# Extremely detailed map of the Old World



## Vaz (Mar 19, 2008)

Just found this - 

http://www.gitzmansgallery.com/Warhammer_Maps/index.html

It's insane - when set so that map fits the screen, its on 3% zoom =/.


----------



## Khorothis (May 12, 2009)

Holy crap. :shok:

Great find, Vaz, its going to be invaluable to writing my WHFB fanfic.


----------



## KjellThorngaard (Oct 4, 2010)

Awesome find. I just spent WAY too long looking that over.


----------



## Hans Richter (Dec 24, 2010)

Very nice find.

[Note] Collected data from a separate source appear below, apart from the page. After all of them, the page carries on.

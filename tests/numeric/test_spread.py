import numpy as np
import pytest
import shapely
from steadfield.algorithms.numeric import spread
from steadfield.algorithms.numeric.errors import InputError


def units():
    return np.array(
        [
            shapely.box(0, 0, 100, 50),
            shapely.MultiPolygon([shapely.box(200, 0, 230, 30), shapely.box(300, 0, 330, 30)]),
            shapely.box(500, 500, 500.5, 500.5),
        ]
    )


def test_counts_keep_their_sum_and_stay_inside_their_polygon():
    x, y, (count, total), owner = spread.spread_evenly(
        units(), [np.array([7.0, 3.0, 5.0]), np.array([70.0, 0.0, 50.0])], 10.0
    )
    np.testing.assert_allclose(np.bincount(owner, weights=count), [7, 3, 5], rtol=1e-12)
    np.testing.assert_allclose(np.bincount(owner, weights=total), [70, 0, 50], rtol=1e-12)
    assert shapely.contains_xy(units()[owner], x, y).all()
    # 10 x 5 squares of the lattice, twice 3 x 3, and one point for what is smaller than a square.
    np.testing.assert_array_equal(np.bincount(owner), [50, 18, 1])


def test_area_samples_sum_to_the_area_and_follow_its_shape():
    area = shapely.Point(0, 0).buffer(100, quad_segs=64).difference(shapely.box(-20, -20, 20, 20))
    x, y, share = spread.area_samples(area, 2.0)
    assert share.sum() == pytest.approx(area.area, rel=1e-12)
    assert shapely.contains_xy(area, x, y).all()
    east = shapely.intersection(area, shapely.box(30, -200, 200, 200)).area
    assert share[x > 30].sum() == pytest.approx(east, rel=0.02)


def test_an_area_smaller_than_a_square_has_one_sample():
    x, y, share = spread.area_samples(shapely.box(1, 1, 2, 2), 50.0)
    assert len(x) == 1 and share[0] == 1 and 1 < x[0] < 2 and 1 < y[0] < 2


def test_too_many_samples_are_refused():
    with pytest.raises(InputError, match="larger cells"):
        spread.lattice_inside(shapely.box(0, 0, 1e6, 1e6), 1.0)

I had some of the regular maps but that new huge one is just...wow!

I'd like to find a way to print it out, frame it and hang it on the wall in my game room.


----------



## gen.ahab (Dec 22, 2009)

Nice, its google warhammer.


----------



## BattleBrotherDithrick (Dec 20, 2009)

Looks like something you'd find in those old Lord of The Rings books that have maps of middle earth but only it's Warhammer which makes it even more cool!


----------



## shas'o Thraka (Jan 4, 2010)

Great find, cheers


----------



## Flindo (Oct 30, 2010)

Lustria, thats where my guys live  my plegue ratties and my blood lizards.


----------



## Raizer Sabre (Nov 8, 2010)

Flindo said:


> Lustria, thats where my guys live  my plegue ratties and my blood lizards.


maybe its me being thick but i didn't see lustria on there. which is a shame cuz my lizzies are gonna be from around a volcano and i need to find one for them to call home lol


----------



## Flindo (Oct 30, 2010)

Raizer Sabre said:


> maybe its me being thick but i didn't see lustria on there. which is a shame cuz my lizzies are gonna be from around a volcano and i need to find one for them to call home lol


I couldnt find it on this map either, I however do own a map that has it on it, its in the western southern reigon.


----------



## Raizer Sabre (Nov 8, 2010)

oh yeah, its in the army book lol *facepalm* well looks like its the fuming serpent for me then


----------